**Data:**
* * * * * * * * *
def _set_aside_decision(lots, store, reason, *, restore: bool):
    import warnings

    from linkage.exceptions import StoreCaution, UsageError
    from linkage.results import SetAside
    from linkage.store import RESTORE, SET_ASIDE, LotStore, given_reason, set_aside_needs_reason

    action = RESTORE if restore else SET_ASIDE
    no_reason = given_reason(reason) is None
    # decided first on the store read only (schema 1: on an upgraded copy, as a preview decides), so that a refusal
    # opens no older store for writing (that would upgrade it, and make its anchor and lock files); every problem
    # of the decision in one refusal (decision_lots): the missing reason, unknown lots, lots in the wrong state
    with warnings.catch_warnings(), contextlib.ExitStack() as stack:
        warnings.simplefilter("ignore", StoreCaution)  # a store without its anchor file: its refusal below says it
        try:
            s = _preview_store(stack, Path(store), exists=True)
        except LinkageError as exc:
            if no_reason:  # nothing to write without one: said with what stops the store from being read
                raise UsageError(f"{set_aside_needs_reason(action, ending='', reason=reason)}; and {exc}") from None
            raise
        if s.unanchored is None or no_reason:
            s.decision_lots(lots, reason, action)
    with LotStore(store, create=False, for_writing=True) as s:  # a store without its anchor file: refused, exit 6
        decisions = s.restore(lots, reason) if restore else s.set_aside(lots, reason)
        still = s.set_aside_lots()
    return SetAside(action=action, decisions=decisions, store=Path(store), set_aside_now=list(still))


# --------------------------------------------------------------------------- models


@contextlib.contextmanager
def _cluster(backend: str | None, scheduler: str | None):
    """A Dask client for ``backend="dask"`` (at ``scheduler``, else Dask's
    configured address, else a local cluster); nothing otherwise."""
    from linkage.exceptions import UsageError

    if scheduler is not None and backend != "dask":
        raise UsageError("--scheduler goes with --backend dask")
    if backend != "dask":
        yield
        return
    try:
        from dask.distributed import Client
    except ImportError:
        raise UsageError("--backend dask needs Dask's distributed scheduler: install the 'distributed' extra "
                         "(pip install 'linkage[distributed]')") from None
    try:
        client = Client(scheduler)
    except (OSError, TimeoutError, ValueError) as exc:
        raise UsageError(f"cannot reach the Dask scheduler {scheduler or '(from the Dask configuration)'}: "
                         f"{exc}") from None
    with client:
        yield


def train(store=DEFAULT_STORE, models_dir=DEFAULT_MODELS_DIR, *, chain: ChainSpec | str | Path | None = None,
          product: str | None = None, seed: int = 0, coverage: float = 0.9, spec=None,
          dissolution_time_min: float | None = None, n_jobs: int | None = None, backend: str | None = None,
          scheduler: str | None = None, progress: Progress | None = None, group_by: str | None = None,
          materials: bool = True) -> Trained:
    """Train the chain on the lots in the store under cross-validation
    grouped by lot, register it in ``models_dir`` (in service: it becomes
    ``latest``) and log ``train`` in the store's audit trail.

    ``chain`` is a :class:`~linkage.models.chain.ChainSpec` or the path of a
    chain file (default: settings -> ribbon -> granules -> tablets);
    ``coverage`` the nominal coverage of the CV+ intervals; the lots are
    assembled at the ``spec``'s dissolution time point (else at
    ``dissolution_time_min``, default 30 min; the two must agree when both
    are given), which the model records: a spec at another time point is
    refused by every later call. A time point no vessel profile reaches is
    refused (no extrapolation). ``n_jobs``, ``backend`` ("loky", "threading",
    "dask") and ``scheduler`` say where the fold fits run; the model is the
    same. ``group_by`` names a column (a raw-material batch, a campaign) or
    ``month``: lots sharing its value stay together in every fold and in the
    conformal intervals (recorded with the model; see
    :mod:`linkage.models.grouping`). ``materials`` (default True; issue 19):
    where the process table carries extra numeric columns (raw-material
    attributes), try each as an input of each attribute, paired in the same
    grouped folds, and keep it only where the paired test says it helps
    (:mod:`linkage.models.materials`; at most two candidates refitted per attribute
    and column, the chain refitted only when a column is kept); False trains
    the chain as given.
    """
    from linkage.assemble import assemble as assemble_table
    from linkage.assemble import check_dissolution_time
    from linkage.exceptions import InsufficientDataError
    from linkage.decide.watch import design_at_training
    from linkage.models.chain import ChainSpec
    from linkage.models.registry import save
    from linkage.models.train import train_chain
    from linkage.store import LotStore, current_tables_of, open_to_record

    if chain is not None and not isinstance(chain, ChainSpec):
        chain = ChainSpec.from_toml(chain)
    spec = _spec(spec)
    at = _train_time_and_q(spec, dissolution_time_min)
    with contextlib.ExitStack() as stack:  # refused before the fit and the model; an older store not upgraded here
        tables = current_tables_of(open_to_record(stack, store), product)
    if not tables or "process" not in tables or tables["process"].empty:
        which = f" of product {product!r}" if product else ""
        raise InsufficientDataError(f"the store {store} holds no lots{which} to train on")
    check_dissolution_time(tables, at["dissolution_time_min"])
    table = _say_set_aside(assemble_table(tables, **at), tables.set_aside)
    if n_jobs is None:
        n_jobs = -1 if backend == "dask" else 1
    with _cluster(backend, scheduler):
        fit = train_chain
        if materials:
            from linkage.models.materials import train_with_materials as fit
        fitted = fit(table, chain, seed=seed, nominal_coverage=coverage, progress=progress,
                     n_jobs=n_jobs, backend=backend, dissolution_time_min=at["dissolution_time_min"],
                     group_by=group_by)
    fitted.training["set_aside_lots"] = list(tables.set_aside)  # recorded with the model: left out of its lots
    fitted.training["watch_design"] = design_at_training(fitted)  # the drift alarm's limit, simulated once here
    model_id = save(fitted, models_dir)
    with LotStore(store, create=False, for_writing=True) as lot_store:
        lot_store.log("train", model_id=model_id,
                      inputs={"models_dir": str(models_dir), "product": product, "seed": seed,
                              "coverage": coverage, "chain": fitted.chain.to_toml(),
                              "dissolution_time_min": at["dissolution_time_min"],
                              "group_by": fitted.training.get("group_by", "lot"),
                              "spec": spec.to_dict() if spec is not None else None,
                              "spec_file": spec.file if spec is not None else None,
                              "spec_sha256": spec.sha256 if spec is not None else None,
                              "lots": list(fitted.training["lots"]),
                              # the training lots' products (audit: a model of several is marked mixed)
                              "product_lots": fitted.training.get("product_lots"),
                              "lots_without_product": fitted.training.get("lots_without_product"),
                              "set_aside_lots": list(tables.set_aside),
                              "table_sha256": fitted.training["table_sha256"]},
                      outputs={t: {"selected": v.selected, "coverage": v.coverage}
                               for t, v in fitted.targets.items()})
    return Trained(model_id=model_id, models_dir=Path(models_dir), chain=fitted, store=Path(store))


def models(models_dir=DEFAULT_MODELS_DIR) -> pd.DataFrame:
    """The model registry, newest first (``linkage models``): one row per
    model with its status, lots, selected models, whether it is
    ``latest`` and its ``role`` (champion, superseded, not promoted ...)."""
    import pandas as pd

    from linkage.models.registry import list_models

    return pd.DataFrame(list_models(models_dir))


def retrain(store=DEFAULT_STORE, models_dir=DEFAULT_MODELS_DIR, *, spec=None, product: str | None = None,
            tolerance: float = 0.10, force: bool = False, reason: str | None = None,
            progress: Progress | None = None) -> Retrained:
    """Fit a challenger on every lot and promote it over the champion only by
    the documented rule (``linkage retrain``); see
    :func:`linkage.decide.retrain.retrain`. Logs ``retrain`` or ``promote``."""
    from linkage.decide.retrain import retrain as run_retrain

    return Retrained(run_retrain(store, models_dir, product=product, spec=_spec(spec), force=force, reason=reason,
                                 tolerance=tolerance, progress=progress))


# --------------------------------------------------------------------------- decisions


def window(spec, *, store=DEFAULT_STORE, models_dir=DEFAULT_MODELS_DIR, model="latest",
           settings: Mapping[str, float] | None = None, confidence: float = 0.9, n_draws: int = defaults.WINDOW_DRAWS,
           seed: int = 0, assurance: float = 0.9, record: bool | None = None) -> Window:
    """The ribbon porosity window where every limit of ``spec`` passes
    together with probability ``confidence``, and the roll force that lands
    in it (``linkage window``); settings not in ``settings`` are held
    coherently with them (their conditional mean over the training lots). The
    window rests on the lower bound at ``assurance`` of that probability (issue 12; :mod:`linkage.decide.bound`).
    Logged as ``window`` in the store's audit trail; ``record=False`` (``--no-record``) writes nothing in the store, and a
    store that does not exist is refused unless it is the default ``linkage.db`` (:func:`recording`)."""
    from linkage.decide.bound import check_assurance
    from linkage.decide.window import SCANNED, find_window

    will_record = recording(store, record, "window")  # before any work: a store that would lose or refuse the record
    assurance = check_assurance(assurance)
    spec = _spec(spec)
    settings, bad = _given_settings(settings)
    chain = _fitted(models_dir, model)
    _check_settings(chain, settings, bad, refused=SCANNED)
    result = find_window(chain, spec, settings=settings, confidence=confidence, n_draws=n_draws, seed=seed,
                         assurance=assurance)
    if model is None or isinstance(model, str):  # a model of the registry, loaded and checked here (issue 20)
        _keep(models_dir, result.model_id, "window", spec, result, "linkage window", settings=settings,
              confidence=confidence, n_draws=n_draws, seed=seed, assurance=assurance)  # for the report
    inputs = {"spec": spec.to_dict(), "spec_file": spec.file, "spec_sha256": spec.sha256, "settings": settings,
              "confidence": confidence, "seed": seed, "assurance": assurance}
    recorded = will_record and record_entry(store, "window", model_id=result.model_id, inputs=inputs,
                                            outputs=result.to_dict(curve=False))
    aside, note, unread = _set_aside_in_training(store, chain)
    return Window(result=result, recorded=recorded, store=None if store is None else Path(store),
                  set_aside_in_training=tuple(aside), set_aside_note=note, set_aside_unread=unread)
* * * * * * * * *
**Exercise:** In the entries above, find the line with "from dask.distributed import Client" and the line with "product: str | None = None, seed: int", then set down exactly those two and every line between them, nothing else.

**Result:**
        from dask.distributed import Client
    except ImportError:
        raise UsageError("--backend dask needs Dask's distributed scheduler: install the 'distributed' extra "
                         "(pip install 'linkage[distributed]')") from None
    try:
        client = Client(scheduler)
    except (OSError, TimeoutError, ValueError) as exc:
        raise UsageError(f"cannot reach the Dask scheduler {scheduler or '(from the Dask configuration)'}: "
                         f"{exc}") from None
    with client:
        yield


def train(store=DEFAULT_STORE, models_dir=DEFAULT_MODELS_DIR, *, chain: ChainSpec | str | Path | None = None,
          product: str | None = None, seed: int = 0, coverage: float = 0.9, spec=None,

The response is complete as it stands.